How does color impact our relationship with the physical space around us?
I’ve always felt that color and materiality go hand-in-hand. They can calm us down or energize us. Depending on the colors in any built space, you can evoke both physical and emotional reactions to the palette from the people who inhabit the spaces.
If you’re trying to make a space that feels calm, relaxing, rejuvenating, a space where you may go to focus, you might consider colors that are deeper, cooler and something that people respond to as if they were in a quieter, more natural space.
If you were trying to create a space about energy and collaboration even socialization, you might choose colors that are brighter, lively, have more energy to them to get people up and interacting with each other.
How can color be used to refresh a product line, like SW_1 Seating?
It’s interesting. The products that we’re creating and the spaces that we’re building are so influenced by the material and choice of color. Now with new colors, you see the products in new ways. It’s the same product, yet it looks more contemporary, up-to-date. Just like we change our clothes or lipsticks or any of those things we personalize. It’s a means of personalizing those objects in those spaces.
In the new colors, you can combine the paint and material finishes in new ways. You can create a monochromatic expression, a polychromatic expression, a polychromatic expression that’s contrasting, or tone-on-tone. You can combine matte with gloss. You start playing with the palette of color, and the pieces look completely new and different than they did in the past.

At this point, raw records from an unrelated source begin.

"""Reading drawings back: their lettering, and the ground that it covers."""

from __future__ import annotations

import re
from typing import NamedTuple
from xml.etree import ElementTree

from server.sheets.svg import FONT_SIZE, text_width


class Letters(NamedTuple):
    """A line of lettering or a circle, and its box."""

    text: str
    left: float
    top: float
    right: float
    bottom: float


def root(svg: str) -> ElementTree.Element:
    return ElementTree.fromstring(svg)


def texts(svg: str) -> list[str]:
    return ["".join(element.itertext()) for element in root(svg).iter() if element.tag.endswith("}text")]


def letters(svg: str) -> list[Letters]:
    """Boxes of capitals' height about every line of lettering, by the writer's own generous widths."""
    found = []
    for element in root(svg).iter():
        if not element.tag.endswith("}text"):
            continue
        text = "".join(element.itertext())
        size = float(element.get("font-size", FONT_SIZE))
        x, y, width, cap = (
            float(str(element.get("x"))),
            float(str(element.get("y"))),
            text_width(text, size),
            0.72 * size,
        )
        left = {"middle": x - width / 2, "end": x - width}.get(element.get("text-anchor", ""), x)
        if element.get("transform"):
            found.append(Letters(text, x - cap, y - width / 2, x, y + width / 2))
        else:
            found.append(Letters(text, left, y - cap, left + width, y))
    return found


def collisions(boxes: list[Letters]) -> list[tuple[str, str]]:
    return [
        (a.text, b.text)
        for i, a in enumerate(boxes)
        for b in boxes[:i]
        if a.left < b.right - 0.2 and b.left < a.right - 0.2 and a.top < b.bottom - 0.2 and b.top < a.bottom - 0.2
    ]


def outside(svg: str) -> list[Letters]:
    """Lettering that runs over the edge of the drawing."""
    left, top, width, height = (float(n) for n in str(root(svg).get("viewBox")).split())
    return [
        box
        for box in letters(svg)
        if box.left < left - 0.5 or box.right > left + width + 0.5 or box.top < top or box.bottom > top + height
    ]


def polyline(svg: str, name: str) -> list[tuple[float, float]]:
    """The drawn curve of a class, without the strokes from and to the zero line."""
    path = next(element for element in root(svg).iter() if element.get("class") == name)
    inner = re.sub(r"V[\d.]+$", "", str(path.get("d"))).split("L", 1)[1]
    numbers = [float(n) for n in inner.split()]
    return list(zip(numbers[0::2], numbers[1::2], strict=True))
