"""Fasteners set out: drawn to scale, stepped off in the units of the sheet, printed on a page of their own."""

from __future__ import annotations

import re
from functools import cache

import pytest

from server import checks, documents, sheets
from server.errors import JointError
from server.sheets import setting_out, slip_parts
from server.sheets.svg import Drawing
from server.sheets.values import in_units
from tests.checks.made import STACK, Raw, changed
from tests.checks.test_slip import deck, planks
from tests.sheets.drawing_reading import texts

ZONES = [
    {"from": 0, "to": 900, "spacing": 75},
    {"from": 900, "to": 2100, "spacing": 150},
    {"from": 2100, "to": 3000, "spacing": 75},
]


@cache
def found(name: str) -> Raw:
    raw = {
        "deck": lambda: deck(4),
        "long deck": lambda: deck(8),
        "planks": lambda: planks(section__joints__0__spacing=ZONES, fasteners__screw__end_distance=75),
        "stack": lambda: STACK,
    }[name]()
    return checks.run(documents.read(raw))


def sheet(name: str, display: str) -> sheets.SheetData:
    return sheets.SheetData(document={}, result=found(name), shop="Shop", job="7", revision=1, display=display)  # type: ignore[arg-type]


def test_joints_set_out_alike_share_one_elevation() -> None:
    (laid,) = setting_out.laid_out(found("deck"))
    assert laid.numbered() == "Joints 1 to 5"
    assert laid.count == 40
    assert setting_out.laid_out(found("stack")) == []


def test_every_fastener_is_drawn_at_its_place() -> None:
    result = found("planks")
    svg = setting_out.setting_out_svg(result)
    scale = float(re.search(r'data-scale="([\d.]+)"', svg)[1])  # type: ignore[index]
    drawn = sorted(float(x) for x in re.findall(r"M([\d.]+) [\d.]+V", svg) if "." in x and len(x.split(".")[1]) == 2)
    places = result["joints"][0]["setting_out"]["places"]
    assert drawn == pytest.approx([setting_out.MARGIN + place * scale for place in places], abs=0.006)


def test_dimensions_step_off_the_whole_joint() -> None:
    lettered = texts(setting_out.setting_out_svg(found("planks")))
    assert [text for text in lettered if re.fullmatch(r"(\d+ × )?\d+", text)] == [
        "75",
        "11 × 75",
        "8 × 150",
        "11 × 75",
        "75",
    ]
    assert "Joint 1: screw, 31" in lettered
    assert 75 + 11 * 75 + 8 * 150 + 11 * 75 + 75 == 3000


def test_inch_pound_units_letter_a_rules_fractions() -> None:
    lettered = texts(setting_out.setting_out_svg(found("deck"), display="US"))
    assert "7 × 6" in lettered
    assert lettered.count("3") == 2
    rows = [row for part in setting_out.tables(found("deck"), "US") if part["kind"] == "table" for row in part["rows"]]
    assert ["screw", "fall-back if the glue is lost", "40"] in rows


def test_too_many_zones_for_the_width_keep_the_ends() -> None:
    svg = setting_out.setting_out_svg(found("planks"), width=130.0)
    assert "3000" in texts(svg)
    assert isinstance(Drawing(100).svg("x", "t", "s"), str)


@pytest.mark.parametrize(("name", "display"), [("deck", "US"), ("planks", "SI")])
def test_the_page_prints_the_same_bytes_twice(name: str, display: str) -> None:
    one, two = (sheets.setting_out_pdf(sheet(name, display)) for _ in range(2))
    assert one == two
    assert one.startswith(b"%PDF")


def test_a_check_without_fasteners_has_no_page() -> None:
    with pytest.raises(JointError, match="sets out no fasteners"):
        sheets.setting_out_pdf(sheet("stack", "SI"))


def test_the_fall_back_is_told_in_words_and_figures() -> None:
    blocks = dict(slip_parts.blocks(found("long deck"), "US"))
    parts = blocks["Fall-back: with the glue gone"]
    assert parts[0]["text"].startswith("There is none: with the glue gone the member keeps 44 %")
    pairs = dict(parts[1]["pairs"])
    assert pairs["Verdict"] == "there is none"
    assert "span over 101" in pairs["Deflection (told, not judged)"]
    forces = [row[4] for row in parts[2]["rows"]]
    assert {text.replace("\u00a0", " ") for text in forces} == {
        "298.6 lbf",
        "369.6 lbf",
    }  # edge ribs; inner ribs with their own width


def test_the_slip_of_the_joints_is_told_where_it_was_reckoned() -> None:
    blocks = dict(slip_parts.blocks(found("planks"), "SI"))
    pairs = dict(blocks["What the joints give"][0]["pairs"])
    assert pairs["Share of the stiffness left"].endswith("%")
    assert "EI by EN 1995-1-1 Annex B, for comparison" in pairs
    assert "What the joints give" not in dict(slip_parts.blocks(found("stack"), "SI"))
    assert "Slip in the joints" in sheets.slip_svg(found("planks"))


def test_zones_that_cannot_be_had_are_explained() -> None:
    raw = planks(analysis={"slip": False}, fasteners__screw__shear_resistance=2000, fasteners__screw__spacing_min=60)
    result = checks.run(documents.read(raw))
    notes = [line for part in setting_out.schedule(result, "SI") if part["kind"] == "list" for line in part["items"]]
    assert any("add a row" in line for line in notes)


def test_a_result_from_before_this_was_reckoned_has_no_blocks() -> None:
    old = {key: value for key, value in found("stack").items() if key not in ("fall_back", "annex_b")}
    joints = [
        {k: v for k, v in j.items() if k not in ("setting_out", "spacing_schedule", "schedule_note")}
        for j in old["joints"]
    ]
    assert list(slip_parts.blocks({**old, "joints": joints}, "SI")) == []
    assert changed(old)


def test_thousands_with_a_comma_change_units_whole() -> None:
    said = "the bolt at 200 mm hands 2,560 N over (1,000 N each), 95.2 N in all"
    assert in_units(said, "US") == "the bolt at 7.874 in hands 575.5 lbf over (224.8 lbf each), 21.4 lbf in all"
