def strip() -> dict[str, Any]:
    """Demo 3: steel strip, stopping short of the supports, bonded under a timber lintel, SI."""
    length = 4800.0
    pieces = [
        piece("timber", rectangle(140, 240, 0, 9), "reclaimed timber", "timber", (0.0, length)),
        piece("steel strip", rectangle(80, 8, 30, 0), "S235 steel", "steel", (250.0, length - 250.0)),
    ]
    contacts = [contact("steel strip/timber", ("steel strip", "timber"), (30, 8.5), (110, 8.5))]
    joints = [joint("steel strip/timber", "Stonegarth E7", None, 51.0, ["steel strip"], at=250.0)]
    cases = {
        "all": [
            {"kind": "line", "from": 0.0, "to": length, "value": 4.5},
            {"kind": "point", "at": 2400.0, "value": 7000.0},
        ]
    }
    return result(
        "L7 mill lintel",
        "SI",
        pieces,
        contacts,
        joints,
        length,
        pins(0.0, length),
        cases,
        [70.0, 98.0],
        2.963e12,
        creep=0.8,
    )


def cross_bearer() -> dict[str, Any]:
    """Demo 4: aluminium tube and plate with overhangs, SI; rivets as peel stops at the plate."""
    length = 2400.0
    full = (0.0, length)
    pieces = [
        piece("tube", rectangle(60, 80, 15, 0), "6082-T6", "aluminium", full, [rectangle(54, 74, 18, 3)]),
        piece("plate", rectangle(90, 5, 0, 80.3), "6082-T6", "aluminium", full),
    ]
    contacts = [contact("tube/plate", ("tube", "plate"), (15, 80.15), (75, 80.15))]
    joints = [joint("tube/plate", "Holmgate T4", "4.8 rivet", 97.5, ["plate"], at=200.0)]
    cases = {
        "wheels": [{"kind": "point", "at": 200.0, "value": 10000.0}, {"kind": "point", "at": 2200.0, "value": 10000.0}]
    }
    return result(
        "X2 trailer cross-bearer",
        "SI",
        pieces,
        contacts,
        joints,
        length,
        pins(550.0, 1850.0),
        cases,
        [45.0, 52.0],
        8.86e10,
    )


DEMOS = {"box beam": box_beam, "deck": deck, "strip": strip, "cross-bearer": cross_bearer}


def stack(count: int, width: float = 100.0, depth: float = 20.0, kind: str = "timber") -> dict[str, Any]:
    """A glued stack of equal laminations, for crowded drawings."""
    full = (0.0, 3000.0)
    pieces = [
        piece(f"lamination {i + 1}", rectangle(width, depth, 0, i * depth), "spruce", kind, full) for i in range(count)
    ]
    contacts, joints = [], []
    for i in range(count - 1):
        name = f"lamination {i + 1}/lamination {i + 2}"
        contacts.append(
            contact(
                name, (f"lamination {i + 1}", f"lamination {i + 2}"), (0, (i + 1) * depth), (width, (i + 1) * depth)
            )
        )
        joints.append(joint(name, "glue", None, 1.0 + i, [f"lamination {j + 1}" for j in range(i + 1)]))
    cases = {"all": [{"kind": "line", "from": 0.0, "to": 3000.0, "value": 1.0}]}
    return result(
        "stack", "SI", pieces, contacts, joints, 3000.0, pins(0.0, 3000.0), cases, [width / 2, count * depth / 2], 1e12
    )


SPAN = (0.0, 3000.0)


def section_only(
    title: str,
    pieces: list[dict[str, Any]],
    contacts: list[dict[str, Any]],
    joints: list[dict[str, Any]],
    neutral: list[float],
) -> dict[str, Any]:
    """A member of 3 m under an even load, of which only the section matters."""
    cases = {"all": [{"kind": "line", "from": 0.0, "to": 3000.0, "value": 1.0}]}
    return result(title, "SI", pieces, contacts, joints, 3000.0, pins(0.0, 3000.0), cases, neutral, 1e12)


def single() -> dict[str, Any]:
    return section_only("plank", [piece("plank", rectangle(50, 200, 0, 0), "C24", "timber", SPAN)], [], [], [25, 100])


def sandwich() -> dict[str, Any]:
    """A panel 1.2 m wide with skins of 2 mm on a core of 80 mm."""
    pieces = [
        piece("bottom skin", rectangle(1200, 2, 0, 0), "glass laminate", "GFRP", SPAN),
        piece("core", rectangle(1200, 80, 0, 2.3), "foam 80", "foam", SPAN),
        piece("top skin", rectangle(1200, 2, 0, 82.6), "glass laminate", "GFRP", SPAN),
    ]
    contacts = [
        contact("bottom skin/core", ("bottom skin", "core"), (0, 2.15), (1200, 2.15)),
        contact("core/top skin", ("core", "top skin"), (0, 82.45), (1200, 82.45)),
    ]
    joints = [
        joint("bottom skin/core", "epoxy", None, 5, ["bottom skin"]),
        joint("core/top skin", "epoxy", None, 5, ["top skin"]),
    ]
    return section_only("sandwich", pieces, contacts, joints, [600, 42])


def strapped_core() -> dict[str, Any]:
    """Straps of 4 mm on a core of 180 mm."""
    pieces = [
        piece("bottom strap", rectangle(45, 4, 0, 0), "6060-T66", "aluminium", SPAN),
        piece("spruce core", rectangle(45, 180, 0, 5), "spruce", "timber", SPAN),
        piece("top strap", rectangle(45, 4, 0, 186), "6060-T66", "aluminium", SPAN),
    ]
    contacts = [
        contact("bottom strap/spruce core", ("bottom strap", "spruce core"), (0, 4.5), (45, 4.5)),
        contact("spruce core/top strap", ("spruce core", "top strap"), (0, 185.5), (45, 185.5)),
    ]
    joints = [
        joint(c["id"], "Fjellvik M5", None, 10, [strap])
        for c, strap in zip(contacts, ("bottom strap", "top strap"), strict=True)
    ]
    return section_only("strapped core", pieces, contacts, joints, [22.5, 95])


def tiny() -> dict[str, Any]:
    """Five millimetres high."""
    pieces = [
        piece("a", rectangle(5, 2, 0, 0), "steel", "steel", SPAN),
        piece("b", rectangle(3, 3, 1, 2.05), "brass", "brass", SPAN),
    ]
    return section_only(
        "tiny",
        pieces,
        [contact("a/b", ("a", "b"), (1, 2.02), (4, 2.02))],
        [joint("a/b", "glue", None, 3, ["b"])],
        [2.5, 2],
    )


def stressed_skin() -> dict[str, Any]:
    """Two skins on four ribs."""
    pieces = [
        piece("top skin", rectangle(1200, 12, 0, 152), "birch plywood", "plywood", SPAN),
        piece("bottom skin", rectangle(1200, 9, 0, 0), "birch plywood", "plywood", SPAN),
    ]
    contacts, joints = [], []
    for i in range(4):
        across = i * 385.0
        rib = f"rib {i + 1}"
        pieces.append(piece(rib, rectangle(45, 143, across, 9), "C24", "timber", SPAN))
        for skin, up in (("top skin", 152), ("bottom skin", 9)):
            contacts.append(contact(f"{skin}/{rib}", (skin, rib), (across, up), (across + 45, up)))
            joints.append(joint(f"{skin}/{rib}", "PU", None, 4, [skin]))
    return section_only("stressed skin", pieces, contacts, joints, [600, 85])
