"""Tables of results: the right number under the right heading."""

import pytest

from server.sheets import tables
from tests.sheets import fixture


def limit(kind: str, start: float, end: float, sag: float):
    return {"from": start, "to": end, "kind": kind, "deflection": sag, "limit": 20.0, "utilisation": sag / 20.0}


@pytest.mark.parametrize(
    ("each", "ratio"),
    [
        (limit("span", 0, 6000, 21.89), "274"),  # 6000 / 21.89 = 274.1
        (limit("overhang", 5000, 6000, -9.5), "210"),  # twice the length: 2000 / 9.5 = 210.5
        (limit("span", 0, 6000, 0.0), "–"),
    ],
)
def test_span_over_deflection_is_rounded_down(each, ratio):
    part = next(tables.deflection({"deflection_limits": [each]}, "SI"))
    titles = [column["title"] for column in part["columns"]]
    assert part["rows"][0][titles.index("Span / deflection")] == ratio


def test_an_excess_is_strong_and_nothing_else_is():
    rows = [row for part in tables.deflection(fixture.result(), "SI") for row in part["rows"]]
    assert rows[-1][-1] == {"strong": "1.09"}
    joints = next(tables.joints(fixture.result(), "SI"))
    assert all(isinstance(cell, str) for row in joints["rows"] for cell in row)


def test_a_repeated_first_cell_is_left_blank():
    assert [row[0] for row in tables.table([], [["1", "a"], ["1", "b"], ["2", "c"], ["1", "d"]])["rows"]] == [
        "1",
        "",
        "2",
        "1",
    ]


def test_stretches_of_a_member_have_their_own_properties():
    result = fixture.result()
    result["sections"] = [{"from": 0, "to": 2000, **result["section"]}, {"from": 2000, "to": 6000, **result["section"]}]
    parts = list(tables.section(result, "SI"))
    assert [part["title"] for part in parts if part["kind"] == "sub"] == [
        "From 0\u00a0mm to 2000\u00a0mm",
        "From 2000\u00a0mm to 6000\u00a0mm",
    ]


def test_columns_and_cells_are_as_many():
    result = fixture.result()
    for make in (tables.actions, tables.joints, tables.pieces, tables.deflection):
        for display in ("SI", "US"):
            for part in make(result, display):
                if part["kind"] == "table":
                    assert {len(row) for row in part["rows"]} == {len(part["columns"])}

Why is color important in today’s workplace?
Today, many products are described as feeling very corporate. What’s exciting to me is using color and materiality in a way that take these high performing products that are designed for the workplace but design them so that they don’t feel like they are high performing products designed for the workplace. Materiality is a nice way of doing that. It’s a way in which you and present something in a way that feels like it’s from somewhere else but functions and works for the workplace.
You know how hard working and effective our products are. They have power built in to them. They look like residential tables, yet you can still plug devices into them. When you use a new palette on them, they feel even more residential. They connect you to the space even more and make you feel more comfortable in the space. They can help you create a space that doesn’t feel like a workplace. It feels like a place you would choose to work.
That’s what Coalesse is about. Helping people create spaces they want to work in, not places they have to work in. They choose to go there; they’re not forced to go there. Color and materiality are part of that.
What color story or family are you most excited about?
I love all my children equally, but if I had to choose right now, I’d choose the yellow family. There has always been a challenge with finding great yellows, and I think the palette has found some new versions of these burnt, deeper yellow, mustard colors that are really nice and fresh. They connect to our desert inspirations. It’s also a color that we haven’t seen as often, and I like seeing it in the spaces. I think it connects with the warm woods that we’re using often. It’s also a beautiful contrast to some of the other colors in the palette.